Leading the way to her basement studio, we stop to look at a wall-hanging, beaded portrait, Hands, of an androgynous saint. Gloves hang over the frame, morphing into feet, or howling wolves. Entering the packed studio space, Mell describes her recent creative journey, from the colors inspired by the bay and ocean of the Outer Cape to the sparkle and sheen of white, in all its intriguing variations.
Incorporating a modeling material of paper and clay to replace hard-to-get beads, the use of white signifies a partial jump back to the allure of minimalism. Mell shows how sensitively she manipulates a limited color palette to maximum effect in Double Super-Secret. Two figures share an affectionate greeting. The black and white bear-like figure, torso covered with Mell’s hand-made, black and white rosettes, is crowned with red
ornaments. Glancing down, the gentle creature reaches out to a masked figure, whose white gown is accented in black, and whose head is topped, in a marriage of wit and ingenuity, with a bird’s nest.
Mell’s art continues to incorporate this maker’s beginnings: in art school, she was influenced by the Pattern and Decoration movement of the 1970s, typified by practitioners Joyce Kozloff and Miriam Shapiro, two feminist creators. The mantra “more is never enough” remains a connecting through line.
The bejeweled, six-foot totem piece, Mr. Doo Bee, exhibited recently at the Berta Walker Gallery, Provincetown, MA, is crowned with the Medusa torso, whose wings float below scale-like arms, ending in blue fingers. These hands, so doll-like with their chubby fingers, were sourced from an actual doll. Mell is fascinated by doll parts. She uses dolls’ heads as sculptural ready-mades, and has “planted” them as garden ornaments. Doll feet, with stubby toes, also appear in this piece. But cuteness is hardly the point: behind the storybook façade looms Mell’s wickedly playful sense of humor.

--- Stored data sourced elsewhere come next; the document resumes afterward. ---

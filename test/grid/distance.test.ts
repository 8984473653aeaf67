import assert from 'node:assert/strict';
import { test } from 'node:test';
import { squaredDistance } from '../../src/grid/distance.ts';
import type { DistanceOptions } from '../../src/grid/distance.ts';
import { seededRandom } from '../../src/stats/random.ts';
import { assertClose } from '../fixtures/assert-close.ts';

/** The definition, pixel by pixel. */
function bySearch(mask: Uint8Array, columns: number, rows: number, { pitchX = 1, pitchY = 1, outsideIsBackground = false }: DistanceOptions): number[] {
  const margin = outsideIsBackground ? 1 : 0;
  return Array.from(mask, (value, k) => {
    if (value === 0) return 0;
    const row = Math.floor(k / columns);
    const column = k % columns;
    let best = Infinity;
    for (let r = -margin; r < rows + margin; r++) {
      for (let c = -margin; c < columns + margin; c++) {
        const outside = r < 0 || c < 0 || r >= rows || c >= columns;
        if (outside || mask[r * columns + c] === 0) best = Math.min(best, ((r - row) * pitchY) ** 2 + ((c - column) * pitchX) ** 2);
      }
    }
    return best;
  });
}

test('one hole in a small picture; the border is not background unless asked', () => {
  const mask = new Uint8Array(20).fill(1);
  mask[7] = 0; // row 1, column 2 of 5 columns
  assert.deepEqual([...squaredDistance(mask, 5, 4)], [
    5, 2, 1, 2, 5,
    4, 1, 0, 1, 4,
    5, 2, 1, 2, 5,
    8, 5, 4, 5, 8,
  ]);
  assert.deepEqual([...squaredDistance(mask, 5, 4, { outsideIsBackground: true })], [
    1, 1, 1, 1, 1,
    1, 1, 0, 1, 1,
    1, 2, 1, 2, 1,
    1, 1, 1, 1, 1,
  ]);
});

test('exact for random masks, unequal pitch and both borders, against a search through all pixels', () => {
  const random = seededRandom('distance');
  for (const [columns, rows, share] of [[17, 23, 0.9], [31, 9, 0.98], [1, 12, 0.7], [12, 1, 0.7], [20, 20, 0.995]] as const) {
    const mask = Uint8Array.from({ length: columns * rows }, () => (random.uniform() < share ? 1 : 0));
    for (const options of [{}, { outsideIsBackground: true }, { pitchX: 2, pitchY: 3 }, { pitchX: 19.5e-9, pitchY: 4.6e-9, outsideIsBackground: true }]) {
      const expected = bySearch(mask, columns, rows, options);
      const got = squaredDistance(mask, columns, rows, options);
      got.forEach((value, k) => (Number.isFinite(expected[k]!) ? assertClose(value, expected[k]!, 1e-7) : assert.equal(value, Infinity)));
    }
  }
});

test('no background: Infinity; all background: 0; a wrong size is refused', () => {
  assert.ok(squaredDistance(new Uint8Array(6).fill(1), 3, 2).every((value) => value === Infinity));
  assert.deepEqual([...squaredDistance(new Uint8Array(9).fill(1), 3, 3, { outsideIsBackground: true })], [1, 1, 1, 1, 4, 1, 1, 1, 1]);
  assert.ok(squaredDistance(new Uint8Array(6), 3, 2, { outsideIsBackground: true }).every((value) => value === 0));
  assert.throws(() => squaredDistance(new Uint8Array(5), 3, 2), RangeError);
});
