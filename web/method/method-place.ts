/** The method page: how ground and flaws are found, formula, source and limits of each. Loaded when it is first wanted. Sends `back`. */
import { LitElement, css, html, nothing } from 'lit';
import type { PropertyValues } from 'lit';
import type { FieldInfo } from '../../workers/api.ts';
import { controlStyles } from '../app/controls.ts';
import { plain } from '../sample/format.ts';
import type { Topic } from './topic.ts';
import { currentTopics } from './topics-current.ts';
import { flawTopics } from './topics-flaws.ts';
import { heightTopics } from './topics-height.ts';

const groups: readonly { readonly title: string; readonly topics: readonly Topic[] }[] = [
  { title: 'Height', topics: heightTopics }, { title: 'Current', topics: currentTopics }, { title: 'Flaws', topics: flawTopics },
];

export const topicIds: readonly string[] = groups.flatMap(({ topics }) => topics.map(({ id }) => id));

export class MethodPlace extends LitElement {
  static override properties = { topic: {}, fields: { attribute: false } };

  /** Where the page opens. */
  declare topic: string;
  /** Settings, for their titles and defaults. */
  declare fields: readonly FieldInfo[];

  static override styles = [controlStyles, css`
    :host { display: grid; grid-template-columns: 15rem minmax(0, 46rem); gap: 0 3rem; padding: 1.25rem clamp(0.9rem, 2vw, 1.5rem) 4rem; line-height: 1.55; }
    nav { position: sticky; top: 1rem; align-self: start; max-height: calc(100dvh - 2rem); overflow: auto; font-size: 0.875rem; }
    nav h2 { margin: 0.9rem 0 0.2rem; font-size: 0.8125rem; font-weight: 600; color: var(--dim, #8fa0af); }
    nav ul { margin: 0; padding: 0; list-style: none; }
    nav li button { padding: 0.1rem 0; font-size: inherit; text-align: left; white-space: normal; }
    nav [aria-current] { color: var(--glow-soft, #ffd9a0); }
    h1 { margin: 0 0 0.4rem; font-size: 1.375rem; font-weight: 500; }
    section { padding: 0.4rem 0 0.9rem; border-top: 1px solid var(--line, #25313b); scroll-margin-top: 0.5rem; }
    section:focus { outline: none; }
    section:focus h2 { color: var(--glow, #ffb454); }
    section h2 { margin: 0.7rem 0 0.2rem; font-size: 1.0625rem; font-weight: 600; color: var(--glow-soft, #ffd9a0); }
    p, ul { margin: 0.4rem 0; }
    table { margin: 0.4rem 0; border-collapse: collapse; font-size: 0.875rem; }
    th { font-weight: 500; text-align: left; color: var(--dim, #8fa0af); }
    th, td { padding: 0.1rem 1.2rem 0.1rem 0; }
    .formula { margin: 0.3rem 0; padding: 0.3rem 0.7rem; background: var(--panel, #141b21); border-left: 3px solid var(--edge, #5a6b79); font-size: 0.9375rem; overflow-wrap: anywhere; }
    .small { color: var(--dim, #8fa0af); font-size: 0.875rem; }
    .small b { font-weight: 600; color: var(--ink, #dfe6ec); }
    @media (max-width: 900px) { :host { display: block; } nav { position: static; max-height: none; margin-bottom: 1rem; } nav ul { display: flex; flex-wrap: wrap; gap: 0 1rem; } }
  `];

  constructor() {
    super();
    this.topic = '';
    this.fields = [];
  }

  override render() {
    return html`
      <nav aria-label="Topics">
        ${this.renderBack()}
        ${groups.map(({ title, topics }) => html`<h2>${title}</h2><ul>${topics.map((topic) => html`
          <li><button type="button" class="plain" aria-current=${topic.id === this.topic ? 'true' : nothing} @click=${() => { this.goTo(topic.id); }}>${topic.title}</button></li>`)}</ul>`)}
      </nav>
      <article>
        <h1>How ground and flaws are found</h1>
        <p class="small">Formula, source and limits of every step. Numbers that a setting steers are given with its default; the others are fixed.</p>
        ${groups.map(({ topics }) => topics.map((topic) => this.renderTopic(topic)))}
        ${this.renderBack()}
      </article>`;
  }

  override updated(changed: PropertyValues<this>): void {
    if (changed.has('topic')) this.show(this.topic);
  }

  private renderBack() {
    return html`<button type="button" @click=${() => { this.dispatchEvent(new CustomEvent('back', { bubbles: true, composed: true })); }}>← back to the sample</button>`;
  }

  private renderTopic({ id, title, what, formulas, sources, limits, settings }: Topic) {
    return html`
      <section id=${id} tabindex="-1" aria-label=${title}>
        <h2>${title}</h2>
        ${what}
        ${formulas?.map((formula) => html`<p class="formula">${formula}</p>`)}
        <p class="small"><b>Limits.</b> ${limits}</p>
        ${sources ? html`<p class="small"><b>${sources.length > 1 ? 'Sources' : 'Source'}.</b> ${sources.join(' ')}</p>` : nothing}
        ${this.renderSettings(settings ?? [])}
      </section>`;
  }

  private renderSettings(paths: readonly string[]) {
    const known = paths.flatMap((path) => this.fields.filter((field) => field.path === path));
    if (known.length === 0) return nothing;
    return html`<p class="small"><b>Settings.</b> ${known.map(({ title, fallback, absent, unit }, k) => html`${k > 0 ? '; ' : ''}${title}: ${fallback === undefined ? absent ?? 'none' : typeof fallback === 'boolean' ? (fallback ? 'on' : 'off') : typeof fallback === 'number' ? `${plain(fallback)}${unit === undefined ? '' : `\u00a0${unit}`}` : fallback}`)}.</p>`;
  }

  private goTo(id: string): void {
    if (id === this.topic) this.show(id);
    else this.topic = id;
  }

  /** Not by the address: the page has none for its places. */
  private show(id: string): void {
    const section = this.renderRoot.querySelector<HTMLElement>(`section#${CSS.escape(id)}`);
    section?.scrollIntoView({ block: 'start' });
    section?.focus({ preventScroll: true });
  }
}

customElements.define('eg-method-place', MethodPlace);
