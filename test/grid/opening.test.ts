import assert from 'node:assert/strict';
import { test } from 'node:test';
import { greyOpening } from '../../src/grid/opening.ts';
import { seededRandom } from '../../src/stats/random.ts';

/** The same by its definition: the largest over all windows around a pixel of the smallest value in each, windows cut off at the edge. */
function byDefinition(values: Float32Array, columns: number, rows: number, halfX: number, halfY: number): Float32Array {
  const extreme = (from: Float32Array, pick: (a: number, b: number) => number): Float32Array =>
    from.map((_, i) => {
      const [c, r] = [i % columns, Math.floor(i / columns)];
      let best = from[i]!;
      for (let y = Math.max(0, r - halfY); y <= Math.min(rows - 1, r + halfY); y++) {
        for (let x = Math.max(0, c - halfX); x <= Math.min(columns - 1, c + halfX); x++) best = pick(best, from[y * columns + x]!);
      }
      return best;
    });
  return extreme(extreme(values, Math.min), Math.max);
}

test('a bright spot narrower than the square goes, a wider one and a dark spot stay', () => {
  const map = Float32Array.from([
    1, 1, 1, 1, 1, 1, 1,
    1, 9, 1, 1, 5, 5, 5,
    1, 1, 1, 1, 5, 5, 5,
    1, 0, 1, 1, 5, 5, 5,
    1, 1, 1, 1, 1, 1, 1,
  ]);
  assert.deepEqual([...greyOpening(map, 7, 5, 3, 3)], [
    1, 1, 1, 1, 1, 1, 1,
    1, 1, 1, 1, 5, 5, 5,
    1, 1, 1, 1, 5, 5, 5,
    0, 0, 1, 1, 5, 5, 5,
    0, 0, 1, 1, 1, 1, 1,
  ], 'no square of 3 × 3, cut off at the border or not, reaches the corner behind the dark spot without it');
});

test('widths are full widths, made odd by rounding up; 1 changes nothing', () => {
  const line = Float32Array.from([0, 0, 3, 3, 3, 0, 0, 3, 3, 3, 3, 0, 0]);
  assert.deepEqual(greyOpening(line, 13, 1, 1, 1), line);
  assert.deepEqual(greyOpening(line, 13, 1, 3, 1), line);
  assert.deepEqual([...greyOpening(line, 13, 1, 4, 1)], [...new Float32Array(13)]);
  assert.deepEqual(greyOpening(line, 13, 1, 5, 1), greyOpening(line, 13, 1, 4, 1));
});

for (const [columns, rows, widthX, widthY] of [[17, 11, 3, 3], [17, 11, 5, 9], [8, 23, 7, 1], [5, 6, 11, 13], [1, 9, 3, 5], [1, 1, 3, 3], [30, 4, 1, 3]] as const) {
  test(`as by definition on ${columns} × ${rows} with a square of ${widthX} × ${widthY}`, () => {
    const random = seededRandom(`opening ${columns} ${rows} ${widthX}`);
    for (let round = 0; round < 5; round++) {
      const map = Float32Array.from({ length: columns * rows }, () => -12 + 4 * random.normal());
      const found = greyOpening(map, columns, rows, widthX, widthY);
      assert.deepEqual(found, byDefinition(map, columns, rows, widthX >> 1, widthY >> 1));
      for (let i = 0; i < map.length; i++) assert.ok(found[i]! <= map[i]!);
      assert.deepEqual(greyOpening(found, columns, rows, widthX, widthY), found, 'opening twice changes nothing more');
    }
  });
}
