/** Method page: how the height is levelled. */
import { html } from 'lit';
import type { Topic } from './topic.ts';

/** Which products of powers each order adds to the form. */
const termRows: readonly (readonly [order: string, terms: string, count: string])[] = [
  ['0', '1', '1'], ['1', 'x, y', '3'], ['2', 'x², xy, y²', '6'], ['3', 'x³, x²y, xy², y³', '10'], ['4', 'x⁴, x³y, x²y², xy³, y⁴', '15'], ['5', 'x⁵, x⁴y, x³y², x²y³, xy⁴, y⁵', '21'],
];

export const heightTopics: readonly Topic[] = [
  {
    id: 'form', title: 'Form: tilt, bow and higher orders', settings: ['ground.order'],
    what: html`
      <p>The sample is never quite parallel to the scanner, and the scanner bends its own plane. A polynomial of the place takes both out of the height; never out of the current, where only an offset and a factor have a meaning. Order n has all products x<sup>i</sup>y<sup>j</sup> with i + j ≤ n:</p>
      <table><thead><tr><th scope="col">order</th><th scope="col">adds</th><th scope="col">terms in all</th></tr></thead><tbody>${termRows.map(([order, terms, count]) => html`<tr><td>${order}</td><td>${terms}</td><td>${count}</td></tr>`)}</tbody></table>
      <p>It is computed in products of Legendre polynomials, which span the same surfaces and keep the sums well conditioned. Only ground counts. At first everything does; then what lies more than three widths above the most common remainder, or four below it, is dropped and the form fitted again, until nothing changes. The width is that of the scatter <em>below</em> the most common value, because bubbles and residue only ever stand above.</p>`,
    formulas: ['z(x, y) = Σ aᵢⱼ Pᵢ(u) Pⱼ(v), i + j ≤ n, u and v from −1 to 1 over the map'],
    sources: ['Legendre polynomials by Bonnet’s recursion; least squares by Cholesky factorisation (Golub & Van Loan, Matrix Computations, 4th ed., algorithm 4.3.5).'],
    limits: 'Where flaws or several terraces cover most of the map, the most common remainder need not be ground: pick the ground by hand then. A high order follows real structure as wide as the map; take the lowest that leaves the ground even.',
  },
  {
    id: 'by-hand', title: 'Ground picked by hand', settings: ['ground.order'],
    what: html`
      <p>Three or more spots replace the automatic ground. The height of a spot is the median within five pixels around it, each pixel taken together with its opposite, so that a slope does not move it and a spike neither; the lines’ offsets are taken out before. The form is the least-squares polynomial through these heights.</p>
      <p>The order is lowered to what the spots support: one spot a term at least (3 for a tilt, 6 for order 2, then 10, 15, 21), and no term that the spots’ places leave open, as a tilt across spots on one line. A remark says so. Line offsets and terraces are found as always, and zero stays at the most common height.</p>`,
    formulas: ['minimise Σₖ (median height at spot k − z(xₖ, yₖ))²'],
    limits: 'The form is only as good as the spots: outside the polygon that they span it is extrapolated, and spots on two terraces tilt the map by the step between them. Spread them over one terrace.',
  },
  {
    id: 'lines', title: 'Line offsets, by planes', settings: ['ground.lines'],
    what: html`
      <p>Between two lines the tip’s zero drifts, so each line has an offset of its own. The median of a whole line would follow terraces; so would its mean. The first offsets therefore come from medians of differences between lines 1, 2, 4, 8 and 16 apart on undisturbed ground, reconciled by weighted least squares: a terrace’s edge crosses few columns between two near lines and does not move their median.</p>
      <p>Once the terraces are known as parallel planes (see there), form, planes and offsets are found together: over the ground the height is form + line offset + plane. The offsets are eliminated first (each line counts by its deviations from its own mean), so that planes and form come out the same whatever the offsets are; each line’s offset is then the median of its ground over form and planes. Three rounds. Mean and linear trend of the offsets belong to the form.</p>`,
    formulas: ['height(line r, column c) = form + offsetᵣ + plane(r, c) + ground', 'first: minimise Σ wᵣₛ (offsetᵣ − offsetₛ − median difference)², w = pixels ÷ distance'],
    limits: 'Lines with fewer than 24 pixels of ground take the offset of the lines beside them. A real step that lies along the lines over their whole width cannot be told from an offset unless the current shows it.',
  },
  {
    id: 'planes', title: 'Terraces as parallel planes', settings: ['barrier.layerNm'],
    what: html`
      <p>Steps of whole layers are no roughness. Where the current tells the layer (see its ladder), the height of the terrace is that many layers; the height of one step is measured at the borders, from pairs of places a few pixels apart on one line, and rounded to whole layers where it comes near to them.</p>
      <p>Where the current does not tell, because it is at the floor, saturated, or not measured, connected stretches of flat ground get one unknown level each, linked by the steps at their common borders. Small patches at no whole step that may be films help to level but are no terraces.</p>`,
    formulas: ['plane = (rung of the ladder) × (height of one step)'],
    limits: 'A terrace narrower than about ten pixels gets no plane; on maps of 640 columns and more, where every second to fourth column is taken, one that lies across the lines and is narrower than about thirty columns. Whole layers are assumed within a third of a layer; a stack of two materials with other spacings keeps its measured steps.',
  },
  {
    id: 'repair', title: 'Repair of broken runs, spikes and single missing points', settings: ['ground.repair'],
    what: html`
      <p>A broken run is a stretch of one to three lines where the probe lost contact: long along the line (eight pixels or more), sharp across it. A pixel belongs to one when it stands off its reference by more than six times the noise and more than four times the reference’s own disagreement; the reference are the two middle ones of the pixels up to two lines before and after (of six up to three lines, where these do not settle it), so that a broken line beside it does not hide it. On a ridge or a slope those disagree and nothing is marked; a run goes on over such places as long as the line itself does.</p>
      <p>A spike is a single pixel that stands off all eight neighbours by twelve times the noise, while they agree within eight. A pit up to 6 nm deep is left alone: it may be a pinhole. Both are filled linearly from the nearest good pixels above and below (at most four lines apart), else from left and right; between lines that disagree a broken pixel takes the nearer one’s value. Where height is all there is, a missing point stays missing.</p>`,
    limits: 'Repaired pixels are counted and can be marked on the map. They are booked by their repaired value, never by what was broken. Bounds in noise are this program’s judgement.',
  },
  {
    id: 'noise', title: 'Noise of height and current',
    what: html`<p>The noise of a map is the robust standard deviation of differences between neighbours along a line on flat ground: the median of their amount, scaled as for a normal distribution. Slopes and features add little, since a median ignores the steep few. The current’s noise is read where no current flows; the noise of the log current, by which the current drop is judged, where it is above the floor and not saturated.</p>`,
    formulas: ['σ = 1.4826 × median |z(c+1) − z(c)| ÷ √2'],
    limits: 'A filter in the microscope makes neighbours alike and the noise too small.',
  },
  {
    id: 'texture', title: 'Roughness, and what levelling took of it',
    what: html`<p>Sq is the rms height of the flawless measured ground (ISO 25178-2), repaired pixels left out. Taking a level from every line and a form from the map takes part of the roughness too, the more the longer its correlation length T is against the line’s length L. The share follows from projecting the autocorrelation onto what was subtracted. T and the roughness are fitted together with that share to the autocorrelation of the levelled ground, and Sq is given with it added back.</p>`,
    formulas: ['share taken by a line’s mean, Gaussian correlation exp(−d²/T²): (1/L²) ∬ ρ(x − x′) dx dx′', 'Sq corrected = √(Sq² + variance taken)'],
    sources: ['D. Nečas, P. Klapetek, M. Valtr, arXiv:2001.00433 (2020).', 'ISO 25178-2.'],
    limits: 'Roughness is taken to be normal and the same everywhere. Structure as wide as the map is gone with the form and leaves no trace; from a share of a fifth on the estimate is a lower bound.',
  },
];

Perched below the torso is a flying object with a polka-dotted red mask; then a rooster-like pillow, and a red rooster, whose orange-flecked, phallic beak dominates a frontal view. What of the dozens of white rosettes and mini-leaves? Mell shaped these from the paper clay, deploying, in perhaps another commentary on conventional women’s roles, little butter molds.
“My kids call me MacGyver,” Mell says, referring to the television character known for repurposing promising materials. The word “femmage” has been used to define techniques and objects associated with women, hence not considered “high art.” Gull feathers, birds’ nests, bones, teeth, gloves, beads, sequins, paper clay rolled and molded using kitchen supplies—a plethora of objects can wind up on Mell’s palette, awaiting transformation. “I just sort of make things,” she says modestly, “and don’t worry about categories.”